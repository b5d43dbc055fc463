import { differenceFromSi, fromSi, type UnitId, unit } from './unit'

/** What stands where a value is undefined: too little data is never shown as a number. */
export const UNDEFINED_TEXT = '\u2013'

export interface NumberFormat {
  /** Digits after the decimal sign; negative rounds to tens, hundreds … */
  readonly decimals: number
  readonly decimal?: 'point' | 'comma'
  /** `always` writes + before positive values (deviations). */
  readonly sign?: 'always' | 'negative'
}

/** Digits of a size, never with a power of ten: beyond 1e21 `toFixed` has one, but the number is whole anyway. */
function digitsOf(size: number, decimals: number): string {
  if (size >= 1e21) return BigInt(size).toString()
  if (decimals >= 0) return size.toFixed(Math.min(100, decimals))
  const step = Number(`1e${-decimals}`)
  return (Math.round(size / step) * step).toFixed(0)
}

/**
 * A number as a person reads it: minus U+2212, point or comma, no grouping, never "−0.00".
 * Undefined and non-finite values are an en dash.
 */
export function formatNumber(value: number | undefined, format: NumberFormat): string {
  if (value === undefined || !Number.isFinite(value)) return UNDEFINED_TEXT
  const { decimals, decimal = 'point', sign = 'negative' } = format
  const digits = digitsOf(Math.abs(value), decimals)
  const isZero = !/[1-9]/.test(digits)
  const mark = isZero ? '' : value < 0 ? '\u2212' : sign === 'always' ? '+' : ''
  return mark + (decimal === 'comma' ? digits.replace('.', ',') : digits)
}

export interface QuantityFormat extends Partial<NumberFormat> {
  /** Append the unit's symbol after a no-break space. */
  readonly withUnit?: boolean
  /** The value is a difference or an uncertainty: a temperature's zero does not count. */
  readonly difference?: boolean
}

/** An SI value in a display unit; without `decimals` the unit's own plain number of them. */
export function formatQuantity(si: number | undefined, id: UnitId, format: QuantityFormat = {}): string {
  if (si === undefined || !Number.isFinite(si)) return UNDEFINED_TEXT
  const value = format.difference ? differenceFromSi(si, id) : fromSi(si, id)
  const text = formatNumber(value, { ...format, decimals: format.decimals ?? unit(id).decimals })
  return format.withUnit && text !== UNDEFINED_TEXT ? `${text}\u00a0${id}` : text
}

/**
 * Decimals at which a standard or expanded uncertainty has `significant` digits (two by custom, JCGM 100
 * §7.2.6); undefined when u is zero, negative or not finite. Negative for u of 100 and more.
 */
export function decimalsForUncertainty(u: number, significant = 2): number | undefined {
  if (!(u > 0) || !Number.isFinite(u)) return undefined
  // Rounding first: 0.0996 has its two digits as 0.10, not as 0.100.
  const exponent = Number(u.toExponential(significant - 1).split('e')[1])
  return significant - 1 - exponent
}

/**
 * Value and uncertainty in a display unit, both rounded at the uncertainty's second digit: ["254.03", "0.35"].
 * With an unusable uncertainty the value has the unit's plain decimals and the uncertainty is a dash.
 */
export function formatWithUncertainty(
  si: number | undefined,
  u: number | undefined,
  id: UnitId,
  format: Omit<QuantityFormat, 'decimals' | 'withUnit'> = {},
): { readonly value: string; readonly uncertainty: string } {
  const shownU = u === undefined || !Number.isFinite(u) ? undefined : differenceFromSi(u, id)
  const decimals = shownU === undefined ? undefined : decimalsForUncertainty(shownU)
  if (decimals === undefined) return { value: formatQuantity(si, id, format), uncertainty: UNDEFINED_TEXT }
  return {
    value: formatQuantity(si, id, { ...format, decimals }),
    uncertainty: formatNumber(shownU, { decimals, decimal: format.decimal }),
  }
}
════════════════════
> **EXERCISE BRIEF**:
Please repeat the lines above exactly, beginning with the line that contains "format: Omit<QuantityFormat, 'decimals'" and ending with the final one.

> **COMPLETED EXERCISE**:
  format: Omit<QuantityFormat, 'decimals' | 'withUnit'> = {},
): { readonly value: string; readonly uncertainty: string } {
  const shownU = u === undefined || !Number.isFinite(u) ? undefined : differenceFromSi(u, id)
  const decimals = shownU === undefined ? undefined : decimalsForUncertainty(shownU)
  if (decimals === undefined) return { value: formatQuantity(si, id, format), uncertainty: UNDEFINED_TEXT }
  return {
    value: formatQuantity(si, id, { ...format, decimals }),
    uncertainty: formatNumber(shownU, { decimals, decimal: format.decimal }),
  }
}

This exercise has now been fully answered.